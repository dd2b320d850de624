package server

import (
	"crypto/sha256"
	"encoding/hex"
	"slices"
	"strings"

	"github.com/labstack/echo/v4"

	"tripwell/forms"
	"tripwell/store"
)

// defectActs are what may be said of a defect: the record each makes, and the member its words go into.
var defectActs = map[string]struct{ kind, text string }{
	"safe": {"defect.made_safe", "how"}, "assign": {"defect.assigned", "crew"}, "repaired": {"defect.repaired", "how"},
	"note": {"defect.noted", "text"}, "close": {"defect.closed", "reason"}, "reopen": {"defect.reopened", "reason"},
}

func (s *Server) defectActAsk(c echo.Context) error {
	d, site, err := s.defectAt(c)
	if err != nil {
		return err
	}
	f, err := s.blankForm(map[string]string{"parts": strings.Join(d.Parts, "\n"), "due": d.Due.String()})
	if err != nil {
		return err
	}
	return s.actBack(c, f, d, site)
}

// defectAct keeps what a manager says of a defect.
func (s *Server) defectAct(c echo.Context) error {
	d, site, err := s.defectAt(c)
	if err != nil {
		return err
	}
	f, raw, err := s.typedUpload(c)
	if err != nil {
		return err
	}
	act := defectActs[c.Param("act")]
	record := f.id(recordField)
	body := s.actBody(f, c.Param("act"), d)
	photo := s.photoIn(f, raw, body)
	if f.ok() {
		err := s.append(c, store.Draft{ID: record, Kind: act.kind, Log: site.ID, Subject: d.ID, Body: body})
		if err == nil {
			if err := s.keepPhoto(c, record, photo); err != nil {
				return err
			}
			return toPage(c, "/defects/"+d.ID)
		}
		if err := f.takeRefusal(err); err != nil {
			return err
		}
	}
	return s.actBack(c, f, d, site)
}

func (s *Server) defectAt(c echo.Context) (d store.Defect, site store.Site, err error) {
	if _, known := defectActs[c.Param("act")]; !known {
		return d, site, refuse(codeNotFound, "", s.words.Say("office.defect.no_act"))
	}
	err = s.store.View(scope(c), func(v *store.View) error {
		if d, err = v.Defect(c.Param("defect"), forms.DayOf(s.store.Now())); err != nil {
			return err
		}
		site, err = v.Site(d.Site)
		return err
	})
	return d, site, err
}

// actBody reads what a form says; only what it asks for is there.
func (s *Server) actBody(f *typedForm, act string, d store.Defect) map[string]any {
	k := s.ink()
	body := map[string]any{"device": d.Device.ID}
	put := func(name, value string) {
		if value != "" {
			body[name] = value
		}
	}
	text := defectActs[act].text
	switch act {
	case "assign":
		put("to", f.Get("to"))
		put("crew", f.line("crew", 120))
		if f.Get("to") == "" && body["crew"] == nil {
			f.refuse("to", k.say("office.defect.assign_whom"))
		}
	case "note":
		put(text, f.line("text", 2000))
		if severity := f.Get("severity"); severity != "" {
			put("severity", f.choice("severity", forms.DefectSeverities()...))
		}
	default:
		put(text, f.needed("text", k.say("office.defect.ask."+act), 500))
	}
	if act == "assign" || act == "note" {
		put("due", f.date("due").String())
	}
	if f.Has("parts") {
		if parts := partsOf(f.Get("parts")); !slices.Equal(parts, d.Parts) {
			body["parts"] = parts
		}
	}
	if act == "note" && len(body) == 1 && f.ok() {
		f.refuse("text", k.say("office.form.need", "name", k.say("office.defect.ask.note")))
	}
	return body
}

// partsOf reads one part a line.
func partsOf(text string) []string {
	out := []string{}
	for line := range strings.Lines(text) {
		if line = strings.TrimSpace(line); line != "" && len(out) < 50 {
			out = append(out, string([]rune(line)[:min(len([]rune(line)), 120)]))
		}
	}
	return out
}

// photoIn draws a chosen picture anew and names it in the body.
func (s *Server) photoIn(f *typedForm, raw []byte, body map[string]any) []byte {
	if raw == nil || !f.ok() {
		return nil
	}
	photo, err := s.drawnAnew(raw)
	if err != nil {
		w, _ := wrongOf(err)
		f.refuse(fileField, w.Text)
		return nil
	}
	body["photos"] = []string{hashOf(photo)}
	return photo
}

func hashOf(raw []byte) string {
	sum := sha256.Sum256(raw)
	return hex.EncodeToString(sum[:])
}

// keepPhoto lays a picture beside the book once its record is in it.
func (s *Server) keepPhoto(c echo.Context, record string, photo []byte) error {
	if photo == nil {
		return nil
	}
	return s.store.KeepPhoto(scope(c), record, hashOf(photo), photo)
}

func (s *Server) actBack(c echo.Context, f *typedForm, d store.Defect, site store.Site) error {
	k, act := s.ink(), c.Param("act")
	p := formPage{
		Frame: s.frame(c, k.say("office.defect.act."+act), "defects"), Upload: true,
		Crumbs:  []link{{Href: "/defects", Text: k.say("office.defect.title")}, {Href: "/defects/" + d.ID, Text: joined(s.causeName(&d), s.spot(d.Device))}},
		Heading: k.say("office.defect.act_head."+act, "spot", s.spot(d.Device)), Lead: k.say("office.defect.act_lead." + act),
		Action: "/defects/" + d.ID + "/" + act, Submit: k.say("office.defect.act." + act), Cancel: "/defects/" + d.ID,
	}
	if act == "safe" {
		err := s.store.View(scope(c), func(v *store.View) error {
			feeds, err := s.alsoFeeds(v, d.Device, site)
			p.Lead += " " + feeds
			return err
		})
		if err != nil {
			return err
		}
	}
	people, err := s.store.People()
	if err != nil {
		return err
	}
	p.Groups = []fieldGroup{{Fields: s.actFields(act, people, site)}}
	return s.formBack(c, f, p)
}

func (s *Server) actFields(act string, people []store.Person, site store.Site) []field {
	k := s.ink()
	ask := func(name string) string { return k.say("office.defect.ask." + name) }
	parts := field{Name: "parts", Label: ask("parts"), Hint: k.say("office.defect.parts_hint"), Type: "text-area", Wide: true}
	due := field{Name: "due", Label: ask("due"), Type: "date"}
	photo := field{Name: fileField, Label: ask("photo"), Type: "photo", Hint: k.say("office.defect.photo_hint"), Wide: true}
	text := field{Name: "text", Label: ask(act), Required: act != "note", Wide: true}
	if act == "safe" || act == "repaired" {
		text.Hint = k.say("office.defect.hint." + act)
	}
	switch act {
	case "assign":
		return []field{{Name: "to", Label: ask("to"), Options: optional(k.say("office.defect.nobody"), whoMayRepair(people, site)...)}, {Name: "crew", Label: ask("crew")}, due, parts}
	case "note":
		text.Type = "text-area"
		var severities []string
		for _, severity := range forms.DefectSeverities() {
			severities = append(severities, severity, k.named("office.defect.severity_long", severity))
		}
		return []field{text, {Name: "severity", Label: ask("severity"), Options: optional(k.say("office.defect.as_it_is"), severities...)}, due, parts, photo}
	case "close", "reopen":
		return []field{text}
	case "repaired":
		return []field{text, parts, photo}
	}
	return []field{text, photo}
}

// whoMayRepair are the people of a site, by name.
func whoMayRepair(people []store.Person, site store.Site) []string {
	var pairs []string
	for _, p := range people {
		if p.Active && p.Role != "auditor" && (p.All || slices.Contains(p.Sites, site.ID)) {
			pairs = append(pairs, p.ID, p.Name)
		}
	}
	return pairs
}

__Problem to solve__
Find the string "feeds" in the listing and copy every line in which it occurs.

__Output__
			feeds, err := s.alsoFeeds(v, d.Device, site)
			p.Lead += " " + feeds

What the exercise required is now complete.